Fourth-generation farmer Jan Grey inherited a diversified farming business when he took up the running of the Janvos Landgoed farm in Mpumalanga’s Bethal area.
However, continuing with the mix of activities has never been set in stone, and choosing what to pursue and what to exclude from the operation are factors that Grey must constantly and carefully weigh up to ensure the success of the business.
Having been at the helm of Janvos Landgoed for the past 30 years, Grey has overseen its transition from a casually diversified farm to an enterprise where each division has a specific purpose.
“When I was growing up, farms had a bit of everything – there were a few chickens, a couple of ducks, and a patch of maize. It was more of a lifestyle than a specialised business. But today, it’s a highly focused industry that needs to be run exactly right, or there’s no place for you on a farm,” says Grey.
“It’s very easy to go bankrupt in farming. Those who continue to make a success of it are truly remarkable and they are farming big, well and right. There are so many challenges facing farmers in South Africa, and they need to be at the top of their games to keep succeeding,” he adds.

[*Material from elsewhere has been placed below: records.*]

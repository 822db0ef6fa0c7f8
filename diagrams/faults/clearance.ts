import type { Reading } from '../document/reading-schema'
import { fitsAll, type CellEvidence, type Evidence } from './evidence'
import type { FaultModel } from './fault-model'

export interface Clearance {
  cleared: boolean
  firm: boolean
  /** Ids of readings that suffice, in the order taken. */
  clearedBy: string[]
}

/**
 * The one rule of the format's page, per site: proved good when no fault of it, in any mode, at any
 * severity, within the tolerances, fits all readings, each within its accuracy.
 */
export function clearances(
  model: FaultModel,
  evidence: Evidence,
  readings: readonly Reading[],
  sites: readonly string[],
): Map<string, Clearance> {
  const cellsOf = new Map<string, CellEvidence[]>(sites.map((site) => [site, []]))
  model.hypotheses.forEach((hypothesis, h) => cellsOf.get(hypothesis.site)?.push(...evidence.cells[h]!))
  return new Map(sites.map((site) => [site, clearanceOf(evidence, cellsOf.get(site)!, readings)]))
}

function clearanceOf(
  evidence: Evidence,
  cells: readonly CellEvidence[],
  readings: readonly Reading[],
): Clearance {
  const clearedWith = (included: (index: number) => boolean) =>
    cells.every((cell) => !fitsAll(evidence, cell, readings, included))
  // Without any reading nothing is proved, also not what could never show.
  if (readings.length === 0 || !clearedWith(() => true)) return { cleared: false, firm: false, clearedBy: [] }
  const firm = readings.every((_, out) => clearedWith((r) => r !== out))
  const kept = new Set(readings.keys())
  for (let r = readings.length - 1; r >= 0; r--) {
    kept.delete(r)
    if (!clearedWith((index) => kept.has(index))) kept.add(r)
  }
  return { cleared: true, firm, clearedBy: [...kept].map((r) => readings[r]!.id) }
}
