import type { Circuit } from '../document/circuit-schema'
import type { Mode } from '../document/sites'
import type { Odds } from './odds-schema'
import { partClassOf, type PartClass } from './part-class'
import type { PriorKind } from './request'

/** Share of vehicles with a complaint and nothing wrong in this circuit. A guess, as are all weights here. */
export const noFaultPrior = 0.1

/**
 * The `trade` table: relative odds of one way to fail at one place. Contacts over wires, opens over shorts; weights of the
 * engine's page (no published frequencies found; common practice, no source).
 */
export const tradeTable: Readonly<Record<PartClass, Readonly<Partial<Record<Mode, number>>>>> = {
  wire: {
    open: 1,
    resistive: 0.7,
    'short-to-ground': 0.25,
    'short-to-supply': 0.25,
    'short-to-wire': 0.25,
  },
  contact: { open: 3, resistive: 4 },
  splice: { open: 0.5, resistive: 1 },
  ground: { open: 1, resistive: 3 },
  fuse: { blown: 1.5, resistive: 0.5 },
  load: { open: 3, resistive: 0.3, shorted: 0.3 },
  resistor: { open: 0.5, resistive: 0.5, shorted: 0.3 },
  diode: { open: 0.5, resistive: 0.5, shorted: 0.3 },
  'switch-contact': { 'stuck-open': 1, 'stuck-closed': 0.5, resistive: 1.2 },
  'relay-coil': { open: 1, shorted: 0.3 },
  'relay-contact': { 'stuck-open': 1.2, 'stuck-closed': 0.5, resistive: 1 },
  pin: { open: 0.5, resistive: 0.5, dead: 0.6, 'stuck-on': 0.6 },
  module: { dead: 0.3 },
  battery: { open: 0.5, resistive: 0.5, shorted: 0.3, weak: 1 },
  feed: { open: 0.5, resistive: 0.5 },
}

/** Weight of a way to fail of a class: as the organisation found it, else as the trade has it. */
export function classWeight(name: PartClass, mode: Mode, odds?: Odds): number {
  return odds?.classes[name]?.[mode] ?? tradeTable[name][mode] ?? 0.5
}

/**
 * Relative odds of one mode of one site. `trade`: those of the organisation, where given, over the trade's own;
 * `even`: all alike.
 */
export function modeWeight(circuit: Circuit, site: string, mode: Mode, kind: PriorKind, odds?: Odds): number {
  if (kind === 'even') return 1
  const own = odds && Object.hasOwn(odds.sites, site) ? odds.sites[site]![mode] : undefined
  return own ?? classWeight(partClassOf(circuit, site), mode, odds)
}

In 1994, when Grey joined his father Vos on the farm, Janvos comprised a small dairy, a Merino sheep stud and commercial herd, a commercial cattle herd, and grain crops. Grey increased the size of the dairy and boosted the technology therein, and added a Boran cattle stud, grass-seed production and an apple orchard.
“It’s not easy to expand and it takes blood and sweat,” he admits. “It requires capital, more management and greater risk. But if you want to keep farming, you are forced to expand, otherwise the business will become unprofitable.
“An agricultural economist once said that farms need to grow by 3% each year – either in size, efficacy or turnover – or they won’t make it because of the rising costs. That’s why you need to keep looking at ways to manage costs and inputs more effectively. You’re either part of the race, or you must leave it.”
Grey takes care to invest in capable people who will take ownership of their particular divisions.
“My biggest investment is in people. I look for those who are passionate about what they do, because that makes their jobs easier. Even if they don’t have all the knowledge, their passion will motivate them to learn.
“Providing employees with up-to-date training is crucial, as we need to keep pace with the latest tech and innovations, and know what’s going on in the industry,” he says.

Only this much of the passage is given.